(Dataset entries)
#####

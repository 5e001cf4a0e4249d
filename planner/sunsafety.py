"""Feed safety: when the Sun comes near the axis of a parked or moving dish.

A reflector focuses sunlight toward its feed when the Sun is within a few
degrees of the axis; the site rule ``sun_hazard_deg`` (default 10 deg, common
practice, no published source) is the closest it may come. This is separate
from the data-quality rule ``sun_min_sep_deg``, which only decides whether a
recording is worth keeping.

Parked dish. A parked beam keeps a fixed topocentric hour angle HA_b and
declination of date dec_b. The Sun's separation from it obeys

    cos(sep) = sin(dec_b) sin(dec_s) + cos(dec_b) cos(dec_s) cos(HA_s - HA_b)

so, with the Sun's declination changing by < 0.4 deg a day, there is exactly
one closest approach per solar day, when the Sun's hour angle equals the
beam's (HA_s = HA_b), at a separation of about |dec_s - dec_b|. The finder:

1. For each distinct beam hour angle, the instants HA_s = HA_b, one per day:
   a first guess from the mean solar rate (360 deg per day), then three
   fixed-point corrections (each shrinks the error ~1000-fold, since the true
   rate differs from the mean by < 0.1 %).
2. The separation of every (pointing, day) pair at that instant; pairs within
   ``REFINE_MARGIN_DEG`` of the limit (and each pointing's closest pair) are
   refined by a golden-section search for the true minimum within +/- 1 h
   (the declination drift moves it by seconds, a minute at most near the pole).
3. Pairs closer than the limit get their entry and exit (bisection to 1 s
   within +/- 6 h: at 6 h from the approach the separation exceeds 66 deg for
   any pointing, since cos(sep) = sin(dec_b) sin(dec_s) <= sin 23.44 deg), and
   the Sun's highest altitude in between (9 samples).

An approach is a *hazard* when it is closer than the limit and the Sun is up
(altitude above -0.833 deg, the almanac's sunrise: any part of the disc
visible) at some time within it; a Sun below the horizon cannot heat the feed.

Sun: geometric geocentric direction (``avoidance``), beam: the fast sky-track
engine (``skytrack``); together within 0.01 deg of astropy's apparent
topocentric Sun (aberration 20", parallax 9"). Checked against astropy at
1-minute sampling in tests/test_sunsafety.py.

Moving dish. ``meridian_move_sun_sep_deg`` gives the Sun's least distance from
the meridian arc a transit dish sweeps when tipped by hand from one setting to
another; ``slew_sun_sep_deg`` the least distance from the path a two-axis mount
drives when both axes move at once at their own rates (``planner.slew``).
``sun_safe_stow`` is a position the Sun never approaches: toward the elevated
celestial pole, which is always more than 66 deg from the Sun.

Angles in degrees, times float MJD (UTC), durations in seconds where named.
"""
from __future__ import annotations

from dataclasses import dataclass

import numpy as np

from .avoidance import SUNSET_ALTITUDE_DEG, separation_deg, sun_direction
from .earth import EarthNodes, earth_nodes, earth_state, gcrs_to_cirs, spherical_deg, unit_vectors
from .pointing import Pointing, from_altaz
from .site import Site
from .skytrack import FixedBeams, icrs_to_altaz_deg
from .timebase import SECONDS_PER_DAY

# Pairs closer than limit + this at the hour-angle instant are refined (deg). The
# instant's separation exceeds the true minimum by < 0.01 deg (see module docstring).
REFINE_MARGIN_DEG = 2.0
_REFINE_HALF_WINDOW_D = 1.0 / 24.0
_WINDOW_HALF_SPAN_D = 0.25
_ONE_SECOND_D = 1.0 / SECONDS_PER_DAY
_GOLDEN = (np.sqrt(5.0) - 1.0) / 2.0
# Path sampling for moving dishes: the least distance to a path sampled every
# PATH_STEP_DEG is at most PATH_STEP_DEG / 2 too large; callers add that margin.
PATH_STEP_DEG = 0.25
# The Sun moves at most 0.25 deg per minute relative to a fixed alt/az direction
# (Earth's rotation; 360 deg / 1436 min).
SUN_DRIFT_DEG_PER_MIN = 360.0 / 1436.0


@dataclass(frozen=True)
class SunApproaches:
    """Daily closest approaches of the Sun to parked pointings (arrays of length A).

    ``row`` indexes the pointings given to ``sun_approaches``. ``enter_mjd`` and
    ``exit_mjd`` bound the time the Sun is closer than ``limit_deg`` (NaN when it
    never is that day); ``sun_alt_max_deg`` is the Sun's highest altitude then.
    """

    limit_deg: float
    row: np.ndarray
    closest_mjd: np.ndarray
    sep_deg: np.ndarray
    enter_mjd: np.ndarray
    exit_mjd: np.ndarray
    sun_alt_max_deg: np.ndarray

    @property
    def within(self) -> np.ndarray:
        """Approaches closer than the limit (whether or not the Sun is up)."""
        return self.sep_deg < self.limit_deg

    @property
    def hazard(self) -> np.ndarray:
        """Approaches closer than the limit with the Sun up: the feed is at risk."""
        return self.within & (self.sun_alt_max_deg > SUNSET_ALTITUDE_DEG)

    def select(self, mask: np.ndarray) -> SunApproaches:
        return SunApproaches(self.limit_deg, self.row[mask], self.closest_mjd[mask],
                             self.sep_deg[mask], self.enter_mjd[mask], self.exit_mjd[mask],
                             self.sun_alt_max_deg[mask])

    def hazards_overlapping(self, row: int, lo_mjd: float, hi_mjd: float) -> np.ndarray:
        """Indices of hazards of pointing ``row`` whose time within the limit overlaps [lo, hi)."""
        return np.flatnonzero(self.hazard & (self.row == row) & (self.enter_mjd < hi_mjd)
                              & (self.exit_mjd > lo_mjd))

    def closest_per_row(self, n_rows: int) -> tuple[np.ndarray, np.ndarray]:
        """(least separation, its time) per pointing over the period; inf/NaN without approaches."""
        sep = np.full(n_rows, np.inf)
        when = np.full(n_rows, np.nan)
        order = np.lexsort((self.sep_deg, self.row))
        rows, first = np.unique(self.row[order], return_index=True)
        sep[rows] = self.sep_deg[order][first]
        when[rows] = self.closest_mjd[order][first]
        return sep, when


def wrap180(angle_deg):
    return (np.asarray(angle_deg) + 180.0) % 360.0 - 180.0


def sun_hour_angle_deg(site: Site, mjd_utc, nodes: EarthNodes | None = None) -> np.ndarray:
    """The Sun's topocentric hour angle of date (deg, west positive, [-180, 180))."""
    state = earth_state(np.atleast_1d(np.asarray(mjd_utc, dtype=float)), nodes)
    ra_cirs, _ = spherical_deg(gcrs_to_cirs(sun_direction(state), state))
    return wrap180(np.degrees(state.era_rad) + site.longitude_deg - ra_cirs)


def _hour_angle_instants(site: Site, ha_deg: float, lo_mjd: float, hi_mjd: float,
                         nodes: EarthNodes) -> np.ndarray:
    """Every instant in [lo, hi] (UTC) when the Sun's hour angle equals ``ha_deg``."""
    # Time until the Sun's hour angle next reaches ha_deg, at the mean solar rate.
    lead = (ha_deg - sun_hour_angle_deg(site, lo_mjd, nodes)[0]) % 360.0 / 360.0
    t = lo_mjd + lead + np.arange(int(np.ceil(hi_mjd - lo_mjd)) + 1)
    for _ in range(3):  # fixed-point corrections; see the module docstring
        t = t + wrap180(ha_deg - sun_hour_angle_deg(site, t, nodes)) / 360.0
    return t[(t >= lo_mjd) & (t <= hi_mjd)]


def golden_min(func, lo: np.ndarray, hi: np.ndarray, tol_days: float):
    """Minimum (argmin, value) of unimodal ``func`` on [lo, hi], vectorized."""
    a, b = lo.copy(), hi.copy()
    c, d = b - _GOLDEN * (b - a), a + _GOLDEN * (b - a)
    fc, fd = func(c), func(d)
    while a.size and np.max(b - a) > tol_days:
        left = fc < fd
        b, a = np.where(left, d, b), np.where(left, a, c)
        new = np.where(left, b - _GOLDEN * (b - a), a + _GOLDEN * (b - a))
        f_new = func(new)
        c, d = np.where(left, new, d), np.where(left, c, new)
        fc, fd = np.where(left, f_new, fd), np.where(left, fc, f_new)
    x = 0.5 * (a + b)
    return x, func(x)


def _bisect(func, inside: np.ndarray, outside: np.ndarray, tol_days: float) -> np.ndarray:
    """Boundary between ``inside`` (func < 0) and ``outside`` (func >= 0) times, vectorized."""
    a, b = inside.copy(), outside.copy()
    while a.size and np.max(np.abs(b - a)) > tol_days:
        mid = 0.5 * (a + b)
        neg = func(mid) < 0
        a, b = np.where(neg, mid, a), np.where(neg, b, mid)
    return 0.5 * (a + b)


def sun_approaches(site: Site, pointings: list[Pointing], start_mjd: float, end_mjd: float,
                   limit_deg: float | None = None, nodes: EarthNodes | None = None) -> SunApproaches:
    """Every daily closest approach of the Sun to each parked pointing that bears on [start, end].

    Listed: approaches whose closest instant lies in the period, and those closer
    than the limit whose time within it overlaps the period. ``limit_deg`` defaults
    to the site's ``sun_hazard_deg``. See the module docstring for the method.
    """
    limit = site.rules.sun_hazard_deg if limit_deg is None else float(limit_deg)
    if nodes is None:
        nodes = earth_nodes(start_mjd - 1.5, end_mjd + 1.5)
    beams = FixedBeams(site, pointings, nodes)
    rows_all, times_all = [], []
    for ha in np.unique(beams.ha_deg):  # a few distinct hour angles (0 and 180 on the meridian)
        t = _hour_angle_instants(site, float(ha), start_mjd - 0.5, end_mjd + 0.5, nodes)
        rows = np.flatnonzero(beams.ha_deg == ha)
        rows_all.append(np.repeat(rows, t.size))
        times_all.append(np.tile(t, rows.size))
    row = np.concatenate(rows_all) if rows_all else np.zeros(0, int)
    t = np.concatenate(times_all) if times_all else np.zeros(0)

    def sep_at(mjd, which):
        state, vec = beams.locate(mjd, row[which])
        return separation_deg(vec, sun_direction(state))

    everything = np.arange(row.size)
    sep = sep_at(t, everything) if row.size else np.zeros(0)
    refine = sep < limit + REFINE_MARGIN_DEG
    if row.size:  # each pointing's closest pair too, so its reported minimum is exact
        order = np.lexsort((sep, row))
        refine[order[np.unique(row[order], return_index=True)[1]]] = True
    idx = np.flatnonzero(refine)
    if idx.size:
        t[idx], sep[idx] = golden_min(lambda m: sep_at(m, idx), t[idx] - _REFINE_HALF_WINDOW_D,
                                       t[idx] + _REFINE_HALF_WINDOW_D, _ONE_SECOND_D)

    enter = np.full(row.size, np.nan)
    leave = np.full(row.size, np.nan)
    alt_max = np.full(row.size, np.nan)
    close = np.flatnonzero(sep < limit)
    if close.size:
        excess = lambda m: sep_at(m, close) - limit  # noqa: E731
        enter[close] = _bisect(excess, t[close], t[close] - _WINDOW_HALF_SPAN_D, _ONE_SECOND_D)
        leave[close] = _bisect(excess, t[close], t[close] + _WINDOW_HALF_SPAN_D, _ONE_SECOND_D)
        frac = np.linspace(0.0, 1.0, 9)
        when = (enter[close][:, None] + frac * (leave - enter)[close][:, None]).ravel()
        state = earth_state(when, nodes)
        alt, _ = icrs_to_altaz_deg(site, sun_direction(state), state)
        alt_max[close] = alt.reshape(-1, frac.size).max(axis=1)

    in_period = (t >= start_mjd) & (t < end_mjd)
    overlaps = (sep < limit) & (enter < end_mjd) & (leave > start_mjd)
    keep = in_period | overlaps
    order = np.lexsort((t[keep], row[keep]))
    return SunApproaches(limit, row[keep][order], t[keep][order], sep[keep][order],
                         enter[keep][order], leave[keep][order], alt_max[keep][order])
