from solver.ephemeris.bodies import Body
from solver.ephemeris.compiled import CompiledStates, compile_states
from solver.ephemeris.states import states
from solver.ephemeris.timescales import elapsed_days
from solver.mechanics.lambert import DEFAULT_ANGLE_TOL_RAD, slot_layout, solve_lambert
from solver.reasons import Reason
from solver.sequence.flyby import largest_turn_deg, solve_flybys
from solver.sequence.fused import FusedPlan, UnsupportedRule, fused_plan, score_fused
from solver.sequence.kernels import solve_batch
from solver.sequence.limits import limit_value, rules_for, surface_violation
from solver.sequence.penalty import MISSING, OBJECTIVE_SCALE, PENALTY_WEIGHT, TURN_SCALE_DEG
from solver.sequence.resonance import miss_distance_km, resonant_velocity
from solver.sequence.spec import Event, SequenceSpec
from solver.time_units import SECONDS_PER_DAY
from solver.window.case import Case
from solver.window.case_bodies import CaseBodies, body_states
from solver.window.metrics import arc_conic, arc_metrics, arrival_dv_km_s


@dataclass
class LegArcs:
    """Every arc of one leg for a batch of N candidates (S slots).

    ``r1_km``, ``r2_km`` (N, 3) the leg's ends; ``v1_km_s``, ``v2_km_s`` (N, S, 3); ``reason``
    (N, S); ``tof_days`` (N,); ``revolutions``, ``branch`` (S,).

    ``rows`` (N,), when set, says that candidates share arcs: the arrays then hold M rows (the
    distinct arcs) and candidate ``n``'s arcs are row ``rows[n]`` (a leg map's neighbouring legs
    change with one date only, so 300 arcs serve 90,000 candidates). Candidates sharing a row
    share the leg's two dates and the bodies' states at them.
    """

    r1_km: NDArray[np.float64]
    r2_km: NDArray[np.float64]
    v1_km_s: NDArray[np.float64]
    v2_km_s: NDArray[np.float64]
    reason: NDArray[np.int8]
    tof_days: NDArray[np.float64]
    revolutions: NDArray[np.int64]
    branch: NDArray[np.int8]
    miss_km: NDArray[np.float64] | None = None
    angles_deg: NDArray[np.float64] | None = None
    rows: NDArray[np.int64] | None = None

    @property
    def ok(self) -> NDArray[np.bool_]:
        return self.reason == Reason.OK

    @property
    def resonant(self) -> bool:
        """Flown as a resonant return (one slot; ``miss_km`` and ``angles_deg`` set)."""
        return self.miss_km is not None


@dataclass
class BatchArcs:
    """Stage 1 for N candidates: dates (N, E), the encounter bodies' states (N, E, 3), legs."""

    epochs: NDArray[np.float64]
    body_r_km: NDArray[np.float64]
    body_v_km_s: NDArray[np.float64]
    legs: list[LegArcs]


@dataclass
class BatchCosts:
    """Stage 2 for N candidates, on each one's best slot path.

    ``score`` (N,) what a search minimizes (objective plus weighted breaches; :data:`MISSING`
    when a leg has no arc); ``objective`` and ``penalty`` its two parts; ``slots`` (N, L) the
    chosen arc slot of each leg (-1 when none); ``reason`` (N,) OK or why a leg has no arc;
    ``within`` (N,) no limit broken. With ``detail``: ``values``, the per-leg and per-encounter
    quantities by slot (``values["legs"][k]`` of leg ``k``, ``values["event<i>"]`` of
    encounter ``i``). Where arcs are shared (:attr:`LegArcs.rows`), a leg's or an encounter's
    values are per shared row: ``values["leg_rows"][k]`` and ``values["event<i>"]["rows"]`` map
    candidates to them (None: one row per candidate).
    """

    score: NDArray[np.float64]
    objective: NDArray[np.float64]
    penalty: NDArray[np.float64]
    slots: NDArray[np.int64]
    reason: NDArray[np.int8]
    within: NDArray[np.bool_]
    values: dict[str, Any] = field(default_factory=dict)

#####

» Exercise: Using the records above, copy all lines that include the word "unique".

» The answer:
        rows, first = np.unique(self.row[order], return_index=True)
    for ha in np.unique(beams.ha_deg):  # a few distinct hour angles (0 and 180 on the meridian)
        refine[order[np.unique(row[order], return_index=True)[1]]] = True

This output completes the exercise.